As the answer, give a copy of each line below that includes the word "against".

# Stored items

+ + + + + + +

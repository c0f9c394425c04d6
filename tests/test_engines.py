"""The same fitter on PostgreSQL and Spark SQL: coefficients and standard errors equal DuckDB's to 1e-9.

PostgreSQL runs as a real server started by the tests (as the unprivileged postgres user when root); Spark as
a local-mode SparkSession shared by the Spark tests.
"""

from __future__ import annotations

import numpy as np
import pytest
from conftest import assert_close, load_frame
from engine_sessions import birthwt_frame as birthwt_data
from engine_sessions import copy_table
from pg_server import fresh_database

import dbfit

FORMULA = "low ~ age + lwt + race_name + smoke + age:race_name + ln(lwt)"


@pytest.fixture(scope="module")
def birthwt_frame():
    return birthwt_data()


@pytest.fixture
def duckdb_fit(con, birthwt_frame):
    load_frame(con, "birthwt", birthwt_frame)

    def fit(formula: str = FORMULA, **options):
        return dbfit.fit(con, formula, "birthwt", progress=False, **options)

    return fit


@pytest.fixture(scope="module")
def postgres(pg_server, birthwt_frame):
    import psycopg

    with fresh_database(pg_server, "dbfit_engines") as keywords:
        connection = psycopg.connect(**keywords, autocommit=True)
        columns = (
            "low integer, age integer, lwt integer, race_name text, smoke integer, visits double precision"
        )
        copy_table(connection, "birthwt", columns, birthwt_frame.itertuples(index=False))
        yield connection
        connection.close()


def test_postgres_fit_equals_duckdb(postgres, duckdb_fit):
    # Reference: the same fit in DuckDB (itself checked against statsmodels in test_reference_fits).
    on_duckdb = duckdb_fit()
    on_postgres = dbfit.fit(postgres, FORMULA, "birthwt", progress=False)
    assert on_postgres.labels == on_duckdb.labels
    assert_close(on_postgres.estimates, on_duckdb.estimates, 1e-9, "estimates")
    assert_close(
        on_postgres.coefficients["std_error"].to_numpy(),
        on_duckdb.coefficients["std_error"].to_numpy(),
        1e-9,
        "standard errors",
    )
    assert on_postgres.stats["log_likelihood"] == pytest.approx(on_duckdb.stats["log_likelihood"], rel=1e-12)


def test_postgres_weights_offset_and_huge_linear_predictors(postgres, duckdb_fit):
    options = dict(weights="1 + visits", offset="(lwt - 120) / 100.0")
    on_duckdb = duckdb_fit("low ~ age + smoke", **options)
    on_postgres = dbfit.fit(postgres, "low ~ age + smoke", "birthwt", progress=False, **options)
    assert_close(on_postgres.estimates, on_duckdb.estimates, 1e-9, "estimates with weights and offset")
    assert on_postgres.stats["null_deviance"] == pytest.approx(on_duckdb.stats["null_deviance"], rel=1e-10)
    # eta of +/-1000 would make exp() raise in PostgreSQL without the clamp in dbfit.expressions.dialects.rewrite.
    reports = []
    dbfit.fit(postgres, "low ~ age - 1", "birthwt", start=[40.0], max_iter=1, progress=reports.append)
    assert np.isfinite(reports[0].deviance)


def test_postgres_errors_are_translated(postgres):
    with pytest.raises(dbfit.FormulaError):
        dbfit.fit(postgres, "low ~ no_such_column", "birthwt", progress=False)
    with pytest.raises(dbfit.SourceError):
        dbfit.fit(postgres, "low ~ age", "no_such_table", progress=False)


@pytest.fixture(scope="module")
def spark(spark_session, birthwt_frame):
    spark_session.createDataFrame(birthwt_frame).createOrReplaceTempView("birthwt")
    yield spark_session
    spark_session.catalog.dropTempView("birthwt")


def test_spark_fit_equals_duckdb(spark, duckdb_fit):
    # Reference: the same fit in DuckDB; Spark runs only plain SQL aggregates (no machine-learning library).
    on_duckdb = duckdb_fit()
    on_spark = dbfit.fit(spark, FORMULA, "birthwt", progress=False)
    assert on_spark.labels == on_duckdb.labels
    assert_close(on_spark.estimates, on_duckdb.estimates, 1e-9, "estimates")
    assert_close(
        on_spark.coefficients["std_error"].to_numpy(),
        on_duckdb.coefficients["std_error"].to_numpy(),
        1e-9,
        "standard errors",
    )
    exported = dbfit.from_json(on_spark.to_json())
    assert_close(exported.estimates, on_spark.estimates, 1e-15, "model exported from Spark as JSON")


def _assert_segments_equal(elsewhere: dbfit.SegmentedFit, on_duckdb: dbfit.SegmentedFit, engine: str) -> None:
    assert list(elsewhere.models) == list(on_duckdb.models) and elsewhere.failures == on_duckdb.failures
    for value, model in on_duckdb.models.items():
        other = elsewhere.models[value]
        assert_close(other.estimates, model.estimates, 1e-9, f"{engine} estimates for {value}")
        assert_close(
            other.coefficients["std_error"].to_numpy(),
            model.coefficients["std_error"].to_numpy(),
            1e-9,
            f"{engine} standard errors for {value}",
        )
    assert elsewhere.passes == on_duckdb.passes


def test_postgres_segments_equal_duckdb(postgres, duckdb_fit):
    # Reference: the same by= fit in DuckDB (checked per segment against statsmodels in test_segments).
    on_duckdb = duckdb_fit("low ~ age + lwt + smoke", by="race_name", weights="1 + visits / 10")
    on_postgres = dbfit.fit(
        postgres,
        "low ~ age + lwt + smoke",
        "birthwt",
        by="race_name",
        weights="1 + visits / 10",
        progress=False,
    )
    _assert_segments_equal(on_postgres, on_duckdb, "PostgreSQL")
    assert on_postgres.models["white"].source == 'SELECT * FROM "birthwt" WHERE ("race_name") = \'white\''
    store = (
        dbfit.connect()
    )  # a DuckDB store that cannot read the PostgreSQL source: stored without fingerprints
    dbfit.save(store, on_postgres, "pg_low")
    assert_close(
        dbfit.load(store, "pg_low.black").estimates, on_duckdb.models["black"].estimates, 1e-9, "stored"
    )
    assert store.execute("SELECT count(*) FROM dbfit_store.fingerprints").fetchone() == (0,)


def test_spark_spline_and_bins_terms_equal_duckdb(spark, duckdb_fit):
    # Reference: the same fit in DuckDB (checked against patsy's cr() in test_spline_terms); the knots and edges
    # come from Spark's percentile(x, array(...)), which interpolates as DuckDB's quantile_cont does.
    formula = "low ~ spline(lwt, 4) + bins(age, 3) + age"
    on_duckdb = duckdb_fit(formula)
    on_spark = dbfit.fit(spark, formula, "birthwt", progress=False)
    assert on_spark.formula == on_duckdb.formula and on_spark.labels == on_duckdb.labels
    assert_close(on_spark.estimates, on_duckdb.estimates, 1e-8, "estimates")


def test_spark_segments_equal_duckdb(spark, duckdb_fit):
    # Reference: the same by= fit in DuckDB; on Spark the segments' sums come from one GROUP BY per pass.
    on_duckdb = duckdb_fit("low ~ age + lwt + smoke", by="race_name")
    on_spark = dbfit.fit(spark, "low ~ age + lwt + smoke", "birthwt", by="race_name", progress=False)
    _assert_segments_equal(on_spark, on_duckdb, "Spark")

+ + + + + + +

# EXERCISE OUTPUT
    # Reference: the same fit in DuckDB (itself checked against statsmodels in test_reference_fits).
    # Reference: the same by= fit in DuckDB (checked per segment against statsmodels in test_segments).
    # Reference: the same fit in DuckDB (checked against patsy's cr() in test_spline_terms); the knots and edges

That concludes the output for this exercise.